BIOVIA Discovery Studio

32.4.18 Patchdock

The PatchDock server performs protein–protein docking and generates protein-small molecule complexes (Schneidman-Duhovny et al. 2005) (Fig. 32.37).

Fig. 32.37
figure 37

PatchDock server

32.4.19 Hex

Hex tool/server is a graphics programme for docking calculation and visualizing docking modes of pairs of protein and DNA molecules. Hex is also useful for calculation of protein-ligand docking; it can superpose molecules (Macindoe et al. 2010) (Fig. 32.38).

Fig. 32.38
figure 38

Hex server

32.5 Plant and Pathogen Genomics

Five main types of pathogenic organisms that cause plant diseases are viruses, bacteria, fungi, protozoa and worms/nematodes, which can lead from damage to death. The genome availability of plants and pathogens gives us opportunities to understand the bio systems and disease mechanisms (Tables 32.1, 32.2, and 32.3).

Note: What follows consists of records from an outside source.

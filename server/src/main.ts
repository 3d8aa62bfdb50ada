import { readEnvironment } from './env';
import { openLog, runProcess } from './process';
import { startWebProcess } from './web-process';

void runProcess(async () => {
  const env = readEnvironment();
  const logger = openLog(env.logLevel, 'web');
  return { logger, ...(await startWebProcess(env, logger)) };
});
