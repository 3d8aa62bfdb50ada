import { developLayout } from '../develop';
import type { Development } from '../development';
import type { Layout } from '../layout';
import { sampleStock } from './sample-layouts';

/** The development of a layout that must be possible. */
export function developed(
  layout: Layout,
  stock = sampleStock(),
  template: Parameters<typeof developLayout>[1] = null,
): Development {
  const result = developLayout(layout, template, stock);
  if (!result.ok) throw new Error(result.problems.map(({ message }) => message).join(' '));
  return result.development;
}

/** Width and height of the blank, mm. */
export function sizeOf({ flat }: Development): readonly [number, number] {
  return [flat.bounds.max.x - flat.bounds.min.x, flat.bounds.max.y - flat.bounds.min.y];
}

/** Sizes of the formed part along x, y and z, mm. */
export function boxOf({ formedBox }: Development): readonly number[] {
  return (['x', 'y', 'z'] as const).map((axis) => formedBox.max[axis] - formedBox.min[axis]);
}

Table 32.1 List of important plant diseases with their causing organism, in which most of pathogen genomes are available in the NCBI database
Table 32.2 List of important plant pathogen genome details
Table 32.3 Plant genome sequence details

32.6 Conclusion

The applications of bioinformatics to plant pathology have been pivotal role in understanding of host and pathogen evolution and molecular interactions between host and pathogen. Availability of next-generation sequencing data of candidate model organisms of all kingdom through high-throughput technology is convenient to deal with biological systems and understand the biological sequence–structure–function correlation using in-silico biology tools, technology and databases. Genome annotation, assembly, bioproject, biosample submission, sequence data submission, retrieval of data, data analysis, variation analysis, conserved domain analysis, gene identification, regulatory elements analysis, gene expression analysis, structure prediction, structure visualization, structure analysis, structure classification, molecular modeling, epitope identification and mapping using 3D, drug designing, active site analysis and molecular docking, etc. play an important role to achieve biological function and understand the sequence–structure–function relationship. These all in-silico biology techniques will be further helpful in genomics-assisted crop improvement and development of designer crops with high yield and super quality.